Marmalade, la foca común, era una visitante habitual del río Támesis, y solía aparecer en Greenwich y Rotherhithe, en el sureste de Londres.
Recibió su apodo debido a su pelaje de color dorado brillante.
Sin embargo, a medida que aumenta el número de avistamientos de focas a lo largo del río, la organización benéfica Thames Seal Watch ha instado al público a que deje espacio a los animales.
A pesar de su apariencia adorable, Emma Kelly, de la organización benéfica, afirma: «Pueden morder y transmiten enfermedades zoonóticas, lo cual no es nada agradable si te muerden».
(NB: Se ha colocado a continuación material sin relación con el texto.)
package main

import (
	"encoding/json"
	"fmt"
	"math"
	"math/rand/v2"
	"os"
	"path/filepath"
	"regexp"
	"strings"
	"testing"
)

// A plan with sampling weights on data held as parts runs through the
// queue, its fits summed over the workers part by part: every part's
// weights are rescaled by the whole data's total (data.PartsSummary), so
// the log-likelihoods and estimates are the local run's, which reads the
// parts as one data set, to rounding, and the decisions are the same.
// Before, the parts were read and summed with the weights as given, so the
// summed log-likelihood was the local one times the weights' mean. The
// data are invented (seeded here): y in 1..3 from a logistic latent
// variable in x and z, weights between 50 and 300.
func TestQueueRunOverPartsSampling(t *testing.T) {
	if testing.Short() {
		t.Skip("starts worker processes")
	}
	rng := rand.New(rand.NewPCG(20261203, 9))
	var b strings.Builder
	b.WriteString("y,x,z,w\n")
	for i := 0; i < 300; i++ {
		x, z := rng.NormFloat64(), rng.Float64()
		u := rng.Float64()
		s := 0.8*x - 1.2*z + math.Log(u/(1-u))
		y := 1
		if s > -0.5 {
			y++
		}
		if s > 0.8 {
			y++
		}
		fmt.Fprintf(&b, "%d,%.4f,%.4f,%.2f\n", y, x, z, 50+250*rng.Float64())
	}
	dir := t.TempDir()
	var files []string
	for p, raw := range splitInTurn([]byte(b.String()), 3) {
		name := fmt.Sprintf("part%d.csv", p)
		if err := os.WriteFile(filepath.Join(dir, name), raw, 0o644); err != nil {
			t.Fatal(err)
		}
		files = append(files, name)
	}
	plan := filepath.Join(dir, "plan.yaml")
	os.WriteFile(plan, []byte(`version: 1
data:
  parts: [`+strings.Join(files, ", ")+`]
  weights: w
  weight_kind: sampling
outcomes:
  - column: y
    categories: ["1", "2", "3"]
predictors: [x, z]
models:
  approaches: [cumulative, stage]
  effects: [parallel, nonparallel]
  links: [logit]
tests: {parallel_lines: [wald]}
rules:
  - reject_unconverged: true
  - choose: {by: tic}
`), 0o644)
	local, remote, r := runHereAndQueued(t, plan, 2)
	if !regexp.MustCompile(`: 4 of 4 fits summed over 3 parts by the workers`).MatchString(r[1]) {
		t.Errorf("the fits did not go over the parts:\n%s", r[1])
	}
	type fitRec struct {
		ID        string             `json:"id"`
		LogLik    float64            `json:"loglik"`
		NObs      float64            `json:"nobs"`
		Estimates map[string]float64 `json:"estimates"`
		StdErrors map[string]float64 `json:"std_errors"`
	}
	var dec [2]struct {
		Outcomes []struct {
			Chosen *string  `json:"chosen"`
			NObs   float64  `json:"nobs"`
			Fits   []fitRec `json:"fits"`
		} `json:"outcomes"`
	}
	for i, d := range []string{local, remote} {
		raw, err := os.ReadFile(filepath.Join(d, "decisions.json"))
		if err != nil {
			t.Fatal(err)
		}
		if err := json.Unmarshal(raw, &dec[i]); err != nil {
			t.Fatal(err)
		}
	}
	a, q := dec[0].Outcomes[0], dec[1].Outcomes[0]
	if a.Chosen == nil || q.Chosen == nil || *a.Chosen != *q.Chosen || len(a.Fits) != len(q.Fits) || a.NObs != 300 || q.NObs != 300 {
		t.Fatalf("local and queue runs differ: chosen %v %v, observations %v %v", a.Chosen, q.Chosen, a.NObs, q.NObs)
	}
	for k, f := range a.Fits {
		g := q.Fits[k]
		if f.ID != g.ID || math.Abs(f.LogLik-g.LogLik) > 1e-8*math.Abs(f.LogLik) || f.NObs != 300 || g.NObs != 300 {
			t.Errorf("%s: loglik %v (%v observations) here, %v (%v) over the parts", f.ID, f.LogLik, f.NObs, g.LogLik, g.NObs)
		}
		for n, v := range f.Estimates {
			if w, ok := g.Estimates[n]; !ok || math.Abs(v-w) > 1e-7 {
				t.Errorf("%s estimate %s: %v here, %v over the parts", f.ID, n, v, w)
			}
			if se, w := f.StdErrors[n], g.StdErrors[n]; math.Abs(se-w) > 1e-7*se {
				t.Errorf("%s error %s: %v here, %v over the parts", f.ID, n, se, w)
			}
		}
	}
}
«Lo harán para protegerse.»
Según ella, acercarse demasiado a los animales puede causarles angustia y estrés, lo que podría provocarles la muerte.

La organización benéfica afirma que cada vez son más las focas que se desplazan río arriba, y que se ha avistado una tan al oeste como Windsor.
Se cree que hay alrededor de 3.500 focas viviendo en el Támesis y que la mayoría permanecen en los alrededores del estuario, al este de Londres.
Marmalade se consideraba una especie rara porque solo hay 500 focas comunes viviendo en el río, en comparación con las aproximadamente 3.000 focas grises, que son más comunes.
Gareth Richards, de UK Seal Alliance, afirma que «las focas son muy migratorias y, básicamente, se dirigen a donde hay buenas poblaciones de peces».
Según él, «las focas pueden nadar entre 60 y 80 millas al día».
Dado que se les ve con mayor frecuencia, Richards afirma que le gustaría que se brindara mayor protección legal a estos animales.
Ni las focas grises ni las focas comunes están protegidas contra las perturbaciones intencionadas o imprudentes en virtud de la Ley de Vida Silvestre y Campo de 1981.
En mayo, la organización UK Seal Alliance lanzó su campaña «Give Seals Space» (Den espacio a las focas) , instando al gobierno a reconsiderar las recomendaciones anteriores y brindar a las dos especies «la protección legal que merecen».
La campaña advierte que son muy sensibles a las molestias causadas por el público, los animales y los drones.
El informe indica que esto puede tener consecuencias a largo plazo para la salud de los animales y que puede provocar el abandono de los cachorros, el desperdicio de energía por mantenerse en estado de alerta y lesiones por huida presa del pánico.
El Departamento de Medio Ambiente, Alimentación y Asuntos Rurales (Defra) afirma: «Contamos con un conjunto de protecciones legislativas que tipifican como delito la captura, lesión, captura o muerte de una foca».
Emma KellyEn cuanto a Marmalade, contrajo una enfermedad parasitaria y falleció en mayo.
Algunos voluntarios de Thames Seal Watch, entre ellos Kelly, se reunieron en uno de sus lugares favoritos cerca de la Universidad de Greenwich para un breve homenaje.
Se arrojaron flores al río y se erigió una pequeña placa en su memoria.
Kelly dice: «Marmalade era algo realmente especial para la comunidad.»
«Creamos una comunidad en torno a Marmalade, donde éramos muchos los que la vigilábamos y nos asegurábamos de que estuviera a salvo.»
Marmalade también contribuyó a atraer a varios voluntarios nuevos a la organización benéfica, y todos los presentes en el acto conmemorativo se comprometieron a seguir ayudando a la fauna silvestre de Londres de la mejor manera posible.